Little Sugar Cookies (Befanini)

Little Italian sugar cookies perfect for new year baking.

Befanini

Happy new year! We spent the first day of 2020 eating morning buns from the Bovine Bakery and walking up to Divide Meadow in the Point Reyes National Seashore, the kind of thing that always seemed like a dream when we were living overseas but which now is deliciously ordinary (well — “ordinary” when your kids are six and three. But we survived and even had a wonderful lunch at Stellina afterward.). After a happily busy holiday season it was wonderful to get out in the damp sea air and climb fallen trees and throw sticks into rain-swollen streams.

Now it’s back to the routine of school and faster mornings; I do miss the slow rise to get coffee and make breakfast and leaving pajamas on as long as we pleased (a perk of working from home) but we make up for it in the afternoons. After school there is a lot of play, a lot of books, and the occasional tea party. For the first day back after the break I made a batch of befanini cookies, which I can describe best as soft, butter-free, lightly sweet Italian sugar cookies. I rolled out the dough and the girls cut out shapes and decorated them with sprinkles before baking.

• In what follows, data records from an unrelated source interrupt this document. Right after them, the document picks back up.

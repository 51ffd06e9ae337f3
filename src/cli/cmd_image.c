/* likeness detect / features / verify: the per-image commands. */
#include <getopt.h>
#include <math.h>
#include <stdio.h>
#include <stdlib.h>
#include <string.h>

#include "cli.h"
#include "json_out.h"
#include "likeness/engine.h"

/* ---- overlay drawing (for --draw): plain pixel plotting on an RGB copy ---- */

static void put(lk_image *im, int x, int y, const uint8_t c[3])
{
    if (x < 0 || y < 0 || x >= im->width || y >= im->height)
        return;
    uint8_t *p = im->data + ((size_t)y * im->width + x) * 3;
    p[0] = c[0];
    p[1] = c[1];
    p[2] = c[2];
}

static void rect(lk_image *im, const lk_rect *r, int thick, const uint8_t c[3])
{
    for (int t = 0; t < thick; t++) {
        for (int x = r->x - t; x <= r->x + r->width + t; x++) {
            put(im, x, r->y - t, c);
            put(im, x, r->y + r->height + t, c);
        }
        for (int y = r->y - t; y <= r->y + r->height + t; y++) {
            put(im, r->x - t, y, c);
            put(im, r->x + r->width + t, y, c);
        }
    }
}

static void cross(lk_image *im, lk_point p, int size, const uint8_t c[3])
{
    int x = (int)lround(p.x), y = (int)lround(p.y);
    for (int d = -size; d <= size; d++)
        for (int t = -1; t <= 1; t++) {
            put(im, x + d, y + t, c);
            put(im, x + t, y + d, c);
        }
}

static lk_image *to_rgb(const lk_image *img)
{
    lk_image *o = lk_image_new(img->width, img->height, 3, NULL);
    if (!o)
        return NULL;
    size_t n = (size_t)img->width * img->height;
    for (size_t i = 0; i < n; i++)
        for (int k = 0; k < 3; k++)
            o->data[i * 3 + k] = img->channels == 3 ? img->data[i * 3 + k] : img->data[i];
    return o;
}

/* ---- likeness detect ---- */

static void detect_usage(FILE *f)
{
    fprintf(f,
            "usage: likeness detect [--draw OUT.png] [--cascade FILE] IMAGE...\n\n"
            "Finds the faces in each JPEG or PNG image, locates the eyes of the primary face\n"
            "(the largest), measures its quality and prints one JSON object per image:\n"
            "faces, primary face box, eyes, quality measures and reasons it is unusable\n"
            "(no_face, multiple_faces, face_too_small, too_blurry, badly_exposed, too_rotated).\n\n"
            "options:\n"
            "  --draw OUT.png    write an overlay of the (single) image: every face box in\n"
            "                    orange, the primary face in green, its eyes as crosses\n"
            "  --crop OUT.png    write the aligned face crop the features are computed on\n"
            "  --cascade FILE    frontal-face cascade XML (default: opencv-data's\n"
            "                    haarcascade_frontalface_alt.xml)\n"
            "  -h, --help        this help\n");
}

int cmd_detect(int argc, char **argv)
{
    static const struct option opts[] = {{"draw", required_argument, 0, 'd'},
                                         {"crop", required_argument, 0, 'c'},
                                         {"cascade", required_argument, 0, 'k'},
                                         {"help", no_argument, 0, 'h'},
                                         {0, 0, 0, 0}};
    const char *draw = NULL, *crop_path = NULL;
    lk_engine_config cfg;
    lk_engine_config_default(&cfg);
    int o;
    optind = 1;
    while ((o = getopt_long(argc, argv, "h", opts, NULL)) != -1) {
        switch (o) {
        case 'd': draw = optarg; break;
        case 'c': crop_path = optarg; break;
        case 'k': snprintf(cfg.face_cascade, sizeof cfg.face_cascade, "%s", optarg); break;
        case 'h': detect_usage(stdout); return CLI_OK;
        default: detect_usage(stderr); return CLI_USAGE;
        }
    }
    if (optind >= argc) {
        cli_errorf("detect needs at least one IMAGE; 'likeness detect --help' shows how");
        return CLI_USAGE;
    }
    if ((draw || crop_path) && argc - optind != 1) {
        cli_errorf("--draw and --crop take exactly one IMAGE");
        return CLI_USAGE;
    }
    lk_error err;
    lk_engine *e = lk_engine_new(&cfg, &err);
    if (!e) {
        cli_error(&err);
        return CLI_FAIL;
    }
    int status = CLI_OK;
    for (int i = optind; i < argc; i++) {
        lk_image *img = NULL, *crop = NULL;
        lk_analysis a;
        cJSON *j = cJSON_CreateObject();
        cJSON_AddStringToObject(j, "image", argv[i]);
        lk_code rc = lk_image_load(argv[i], &cfg.limits, &img, &err);
        if (rc == LK_OK)
            rc = lk_engine_analyse_image(e, img, &a, NULL, &crop, &err);
        if (rc != LK_OK) {
            cJSON *er = cJSON_AddObjectToObject(j, "error");
            cJSON_AddStringToObject(er, "type", lk_code_name(rc));
            cJSON_AddStringToObject(er, "detail", err.message);
            status = CLI_FAIL;
        } else {
            /* The engine's own boxes; those of a rotated search are in the
             * rotated frame, so only an upright search lists them. */
            const lk_rect *rects = a.find.faces;
            const int count = a.find.search_angle_deg == 0 ? a.find.listed : 0;
            cJSON *faces = cJSON_AddArrayToObject(j, "faces");
            for (int k = 0; k < count; k++) {
                cJSON *b = cJSON_CreateObject();
                cJSON_AddNumberToObject(b, "x", rects[k].x);
                cJSON_AddNumberToObject(b, "y", rects[k].y);
                cJSON_AddNumberToObject(b, "width", rects[k].width);
                cJSON_AddNumberToObject(b, "height", rects[k].height);
                cJSON_AddNumberToObject(b, "neighbors", rects[k].neighbors);
                cJSON_AddItemToArray(faces, b);
            }
            cJSON_AddItemToObject(j, "quality", lk_server_quality_json(&a));
            cJSON_AddItemToObject(j, "timings", lk_server_timings_json(&a));
            if (draw) {
                lk_image *ov = to_rgb(img);
                static const uint8_t orange[3] = {255, 140, 0}, green[3] = {0, 220, 60},
                                     cyan[3] = {0, 200, 255};
                int thick = 1 + img->width / 400;
                for (int k = 0; ov && k < count; k++)
                    rect(ov, &rects[k], thick, orange);
                if (ov && (a.find.face_count > 0 || a.center_fallback)) {
                    rect(ov, &a.find.primary, thick, green);
                    cross(ov, a.find.eyes.left, 2 + img->width / 200, cyan);
                    cross(ov, a.find.eyes.right, 2 + img->width / 200, cyan);
                }
                if (!ov || lk_image_save_png(ov, draw, &err) != LK_OK) {
                    cli_error(&err);
                    status = CLI_FAIL;
                }
                lk_image_free(ov);
            }
            if (crop_path) {
                if (!crop) {
                    cli_errorf("%s: no face, so no crop was written", argv[i]);
                    status = CLI_FAIL;
                } else if (lk_image_save_png(crop, crop_path, &err) != LK_OK) {
                    cli_error(&err);
                    status = CLI_FAIL;
                }
            }
        }
        json_print(j);
        lk_image_free(crop);
        lk_image_free(img);
    }
    lk_engine_free(e);
    return status;
}

/* ---- likeness features ---- */

static void features_usage(FILE *f)
{
    fprintf(f,
            "usage: likeness features [-o OUT.f32] IMAGE\n\n"
            "Computes the feature vector of the primary face of IMAGE. Prints JSON with the\n"
            "feature configuration, the dimension and the quality; with -o, writes the\n"
            "vector as raw little-endian float32 values (dimension x 4 bytes).\n\n"
            "options:\n"
            "  -o, --output FILE  where to write the vector\n"
            "  --text             print the vector as text, one value per line, instead of JSON\n"
            "  -h, --help         this help\n");
}

int cmd_features(int argc, char **argv)
{
    static const struct option opts[] = {{"output", required_argument, 0, 'o'},
                                         {"text", no_argument, 0, 't'},
                                         {"help", no_argument, 0, 'h'},
                                         {0, 0, 0, 0}};
    const char *out = NULL;
    int text = 0, o;
    optind = 1;
    while ((o = getopt_long(argc, argv, "o:h", opts, NULL)) != -1) {
        switch (o) {
        case 'o': out = optarg; break;
        case 't': text = 1; break;
        case 'h': features_usage(stdout); return CLI_OK;
        default: features_usage(stderr); return CLI_USAGE;
        }
    }
    if (argc - optind != 1) {
        cli_errorf("features takes exactly one IMAGE; 'likeness features --help' shows how");
        return CLI_USAGE;
    }
    lk_error err;
    lk_engine *e = lk_engine_new(NULL, &err);
    if (!e) {
        cli_error(&err);
        return CLI_FAIL;
    }
    size_t dim = lk_engine_feature_dim(e);
    float *v = malloc(dim * sizeof *v);
    uint8_t *bytes = NULL;
    size_t len = 0;
    lk_analysis a;
    int status = CLI_FAIL;
    lk_code rc = v ? lk_read_file(argv[optind], 0, &bytes, &len, &err)
                   : lk_error_set(&err, LK_ERR_NOMEM, "out of memory");
    if (rc == LK_OK)
        rc = lk_engine_analyse(e, bytes, len, &a, v, NULL, &err);
    if (rc != LK_OK) {
        cli_error(&err);
    } else if (!a.has_features) {
        cli_errorf("%s: no face found, so there are no features", argv[optind]);
    } else {
        status = CLI_OK;
        if (out) {
            FILE *f = fopen(out, "wb");
            if (!f || fwrite(v, sizeof *v, dim, f) != dim) {
                cli_errorf("cannot write %s", out);
                status = CLI_FAIL;
            }
            if (f && fclose(f) != 0)
                status = CLI_FAIL;
        }
        if (text) {
            for (size_t i = 0; i < dim; i++)
                printf("%.9g\n", v[i]);
        } else {
            cJSON *j = cJSON_CreateObject();
            cJSON_AddStringToObject(j, "image", argv[optind]);
            cJSON_AddStringToObject(j, "feature_config", lk_engine_feature_config(e));
            cJSON_AddNumberToObject(j, "dimension", (double)dim);
            if (out)
                cJSON_AddStringToObject(j, "output", out);
            cJSON_AddItemToObject(j, "quality", lk_server_quality_json(&a));
            json_print(j);
        }
    }
    free(bytes);
    free(v);
    lk_engine_free(e);
    return status;
}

This recipe comes by way of the food writer Emiko Davies, although there are others online, some that do call for butter and I may try one of those eventually. What I like about these cookies is that the dough is a bit sturdier than some of the sugar cookies we made for our cookie boxes, and doesn’t feel quite as sticky (I love sugar cookies but rather loathe the cutting-out). I will note that the cookies are best eaten the day they are made, although you could probably stretch it to another day.

Does the world need more cookies after we’ve just gotten through the season of eating copious amounts? Probably not but who am I to say? Anyway they make a lovely project for when it’s too chilly or rainy to venture outside for long and surely would make a nice mid-winter gift for teachers or neighbors. I like that they’re not too sweet and, freshly baked, are a beautifully pillowy cookie that’s hard to resist. We decorated them simply with sprinkles but you could also do a simple colored sugar icing.

Is it too soon to mention I’m ready for spring? I won’t — but please know I’m thinking about it already, if only so I can make some of the enticing recipes on Davies’ site, including this one for an “Easter Colomba”. Also I have a lot of flower seeds I’m eager to plant and a small vegetable garden to attempt. And we’ll definitely drag the picnic table under the apple trees this year and eat lunches out there … yes, I’m definitely ready. Only a few more months to go!